- **Action item**
Lines to return, exactly: from the line with "const H = 3_600_000;" to the line with "1000·(1 − 0.5·v/0.35)" in the entries below, both included.

- **Source data**
------------------------------
import { describe, expect, it } from 'vitest';
import { computeBalance } from '../../../shared/domain/balance/assemble.js';
import { plantBlanketReadings, plantOperatingFit } from '../../../shared/domain/balance/operating-settling.js';
import { chooseSettling } from '../../../shared/domain/balance/state-point.js';
import { calcStatePoint } from '../../../shared/domain/calculators.js';
import { good } from '../../../shared/domain/quality.js';
import { vesilindFromIndex } from '../../../shared/domain/settling.js';
import { operatingSettlingFit, plantSettlingFit, type BlanketReading, type LabSettlingTest } from '../../../shared/domain/settling-fit.js';
import { fixtureInputs, NOW, SIG, settings } from './balance-fixture.js';
import { operatingMinutes, operatingUnderflowRate } from './operating-series.js';
import { rasConcMaxFlux_gL } from '../../../shared/domain/flux.js';

const H = 3_600_000;

/** Lab tests whose 30-min mean velocities follow v = 0.6·e^(−0.3·X) exactly (as in settling-fit.test.ts), one a day. */
function labTests(n: number): LabSettlingTest[] {
  return Array.from({ length: n }, (_, i) => {
    const x = 1.5 + (4.5 * i) / Math.max(1, n - 1);
    const v = 0.6 * Math.exp(-0.3 * x);
    // v = H·(1 − SV/1000)/0.5 h with H = 0.35 m → SV = 1000·(1 − 0.5·v/0.35)
    return { kind: 'SVI' as const, settledVolume_mLL: 1000 * (1 - (0.5 * v) / 0.35), mlss_gL: x, sampledAt_ms: NOW - (n - i) * 86_400_000 };
  });
}

/** Stable-blanket hours of a sludge with v0 = 6 m/h, k = 0.5 L/g at the limiting flux X_R = G_L/u (Keinath et al. 1977). */
const TRUTH = { v0_mh: 6, k_Lg: 0.5 };
function hours(n: number): BlanketReading[] {
  return Array.from({ length: n }, (_, i) => {
    const u = operatingUnderflowRate(i);
    return { t_ms: NOW - (n - i) * H, underflowRate_mh: u, underflowTss_gL: rasConcMaxFlux_gL(u, TRUTH).value! };
  });
}

const svi = good(120);
const lab = (n: number) => ({ fit: plantSettlingFit(labTests(n), 0.35), minPoints: 10 });
const op = (n: number) => ({ fit: operatingSettlingFit(hours(n)), minPoints: 24 });

describe('chooseSettling: lab fit → operating fit → correlation, each from its minimum number of points', () => {
  it('12 lab tests (≥ 10): the lab fit v0 = 0.6 m/h, k = 0.3 L/g is used even beside an operating fit with enough hours, with n, dates and standard errors', () => {
    const { used, out } = chooseSettling(svi, 'haertel-poepel-1992', lab(12), op(30));
    expect(used.source).toBe('fit');
    expect(out.used).toMatchObject({ source: 'fit', n: 12, from: new Date(NOW - 12 * 86_400_000).toISOString(), to: new Date(NOW - 86_400_000).toISOString() });
    expect(out.used.v0_mh).toBeCloseTo(0.6, 9);
    expect(out.used.k_Lg).toBeCloseTo(0.3, 9);
    // exact points: the standard errors are zero (OLS residuals vanish)
    expect(out.used.kStdErr_Lg).toBeCloseTo(0, 9);
    expect(out.operatingFit).toMatchObject({ n: 30, minPoints: 24 });
  });

  it('5 lab tests (< 10) and 30 stable-blanket hours (≥ 24): the operating fit recovers v0 = 6 m/h, k = 0.5 L/g and is used, said why', () => {
    const { used, out } = chooseSettling(svi, 'haertel-poepel-1992', lab(5), op(30));
    expect(used.source).toBe('operating-fit');
    expect(out.used.v0_mh).toBeCloseTo(6, 5);
    expect(out.used.k_Lg).toBeCloseTo(0.5, 6);
    expect(out.used).toMatchObject({ n: 30, from: new Date(NOW - 30 * H).toISOString(), to: new Date(NOW - H).toISOString(), quality: 'estimated' });
    expect(out.used.lnV0StdErr).not.toBeNull();
    expect(out.used.reasons.join(' ')).toMatch(/30 stable-blanket hours \(≥ 24, setting settling.operating_fit_min_points\): the lab fit has 5 test\(s\), fewer than 10/);
    expect(out.fit.n).toBe(5);
  });

  it('5 lab tests and 20 hours (< 24): the correlation of the latest SVI is used, the reason names both counts', () => {
    const { used, out } = chooseSettling(svi, 'haertel-poepel-1992', lab(5), op(20));
    expect(used.source).toBe('correlation');
    const corr = vesilindFromIndex(120, 'haertel-poepel-1992').value!;
    expect(out.used).toMatchObject({ v0_mh: corr.v0_mh, k_Lg: corr.k_Lg, n: null, from: null, kStdErr_Lg: null });
    expect(out.used.reasons.join(' ')).toMatch(/lab fit has 5 test\(s\), fewer than 10.*operating fit has 20 stable-blanket hour\(s\), fewer than 24/);
    expect(out.operatingFit).toMatchObject({ n: 20 });
    expect(out.operatingFit!.v0_mh).toBeCloseTo(6, 5);
  });

  it('an operating fit with enough hours but no result (one underflow rate only) is not used; without one at all it is left out', () => {
    const flat = hours(30).map((r) => ({ ...r, underflowRate_mh: 0.4 }));
    const { used, out } = chooseSettling(svi, 'haertel-poepel-1992', lab(0), { fit: operatingSettlingFit(flat), minPoints: 24 });
    expect(used.source).toBe('correlation');
    expect(out.used.reasons.join(' ')).toMatch(/operating fit has 30 stable-blanket hour\(s\) and no result \(.*at least three at different rates/);
    const none = chooseSettling(svi, 'haertel-poepel-1992', lab(0), null);
    expect(none.used.source).toBe('correlation');
    expect(none.out.operatingFit).toBeUndefined();
  });
});

describe('plantBlanketReadings: the stable-blanket hours of a plant from its minute series', () => {
  /** The fixture plant (one train, clarifier sc1 1500 m²) with 6 h of generated operation ending at the hour before NOW. */
  function inputs(h: number) {
    const inp = fixtureInputs({ hours: 0 });
    const end = Math.floor(NOW / H) * H;
    const mins = operatingMinutes(TRUTH, end - h * H, h);
    const pts = (f: (m: (typeof mins)[number]) => number) => mins.map((m) => ({ t_ms: m.t_ms, mean: f(m), qualityCode: 0 }));
    inp.series.set(SIG.lv.tagId, pts((m) => m.level_m));
    inp.series.set(SIG.xr.tagId, pts((m) => m.underflowTss_gL));
    inp.series.set(SIG.qr.tagId, pts((m) => m.rasFlow_m3h));
    inp.series.set(SIG.qw.tagId, pts((m) => m.wasFlow_m3h));
    return { inp, end };
  }

  it('6 generated hours give 6 periods with u = (Q_R + Q_W)/A and X_R as generated; the fit through them is the truth', () => {
    const { inp, end } = inputs(6);
    const r = plantBlanketReadings(inp, end - 6 * H, end);
    const got = r.byClarifier.get(20)!;
    expect(got).toHaveLength(6);
    // hour starting at t: u = 0.2 + 0.4·((7·t/H) mod 12)/11; Q_R + Q_W = u·1500 by construction
    for (const g of got) {
      const u = operatingUnderflowRate(Math.round((g.t_ms - H) / H));
      expect(g.underflowRate_mh).toBeCloseTo(u, 12);
      expect(g.underflowTss_gL).toBeCloseTo(rasConcMaxFlux_gL(u, TRUTH).value!, 9);
    }
    const f = plantOperatingFit(r, { windowFrom_ms: end - 6 * H, scannedFrom_ms: end - 6 * H, scannedTo_ms: end, window_d: 0.25 }).fit.value!;
    expect(f.v0_mh).toBeCloseTo(6, 5);
    expect(f.k_Lg).toBeCloseTo(0.5, 6);
  });

  it('[from, to) bounds: an hour outside is not read; a train with two clarifier entries and a clarifier without an underflow TSS tag are left out with the reason', () => {
    const { inp, end } = inputs(6);
    expect(plantBlanketReadings(inp, end - 2 * H, end).byClarifier.get(20)).toHaveLength(2);
    const two = { ...inp, layout: { ...inp.layout, trains: [{ ...inp.layout.trains[0]!, clarifiers: [inp.layout.trains[0]!.clarifiers[0]!, { id: 21, code: 'sc2', area_m2: 1500, sideWaterDepth_m: 4, count: 1 }] }] } };
    const r2 = plantBlanketReadings(two, end - 6 * H, end);
    expect(r2.byClarifier.size).toBe(0);
    expect(r2.left.join(' ')).toMatch(/sc1: left out of the operating fit, train t1 has 2 clarifier entries/);
    const noXr = { ...inp, readings: inp.readings.filter((x) => x.tagId !== SIG.xr.tagId) };
    const r3 = plantBlanketReadings(noXr, end - 6 * H, end);
    expect(r3.left).toEqual(['sc1: left out of the operating fit, no tag for its underflow TSS']);
    expect(plantOperatingFit(r3, { windowFrom_ms: end - 6 * H, scannedFrom_ms: end - 6 * H, scannedTo_ms: end, window_d: 1 }).fit).toMatchObject({ value: null, quality: 'unavailable' });
  });
});

describe('computeBalance with an operating fit: the state point uses it when the lab fit is short, and equals the calculator with those parameters', () => {
  it('no lab tests, 30 hours (≥ 24): source operating-fit on the plant and on every state point', () => {
    const operatingFit = operatingSettlingFit(hours(30));
    const d = computeBalance({ ...fixtureInputs(), operatingFit }, settings()).data;
    expect(d.settling.used.source).toBe('operating-fit');
    const sp = d.clarifiers[0]!.statePoint;
    expect(sp.settling).toMatchObject({ source: 'operating-fit', n: 30 });
    const calc = calcStatePoint({ influentFlow_m3h: 800, rasFlow_m3h: 600, wasFlow_m3h: 20, mlss_gL: 3, clarifierArea_m2: 1500, settling: { v0_mh: sp.settling.v0_mh!, k_Lg: sp.settling.k_Lg! } });
    // u = 620/1500 = 0.4133 m/h < v0·e⁻² = 0.812 m/h: a limiting flux exists (flux.ts)
    expect(sp.limitingFlux_kgm2h.value).toBe(calc.limitingFlux_kgm2h);
    expect(sp.thickeningMargin.value).toBe(calc.thickeningMargin);
    // and flux theory's X_R,max at that u is the generated truth's, G_L/u (Keinath et al. 1977)
    expect(sp.rasConcMax.flux_gL.value).toBeCloseTo(rasConcMaxFlux_gL(620 / 1500, TRUTH).value!, 5);
    const fewer = computeBalance({ ...fixtureInputs(), operatingFit: operatingSettlingFit(hours(10)) }, settings()).data;
    expect(fewer.settling.used.source).toBe('correlation');
    expect(fewer.settling.operatingFit).toMatchObject({ n: 10, minPoints: 24 });
  });
});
------------------------------
- **Task response**
const H = 3_600_000;

/** Lab tests whose 30-min mean velocities follow v = 0.6·e^(−0.3·X) exactly (as in settling-fit.test.ts), one a day. */
function labTests(n: number): LabSettlingTest[] {
  return Array.from({ length: n }, (_, i) => {
    const x = 1.5 + (4.5 * i) / Math.max(1, n - 1);
    const v = 0.6 * Math.exp(-0.3 * x);
    // v = H·(1 − SV/1000)/0.5 h with H = 0.35 m → SV = 1000·(1 − 0.5·v/0.35)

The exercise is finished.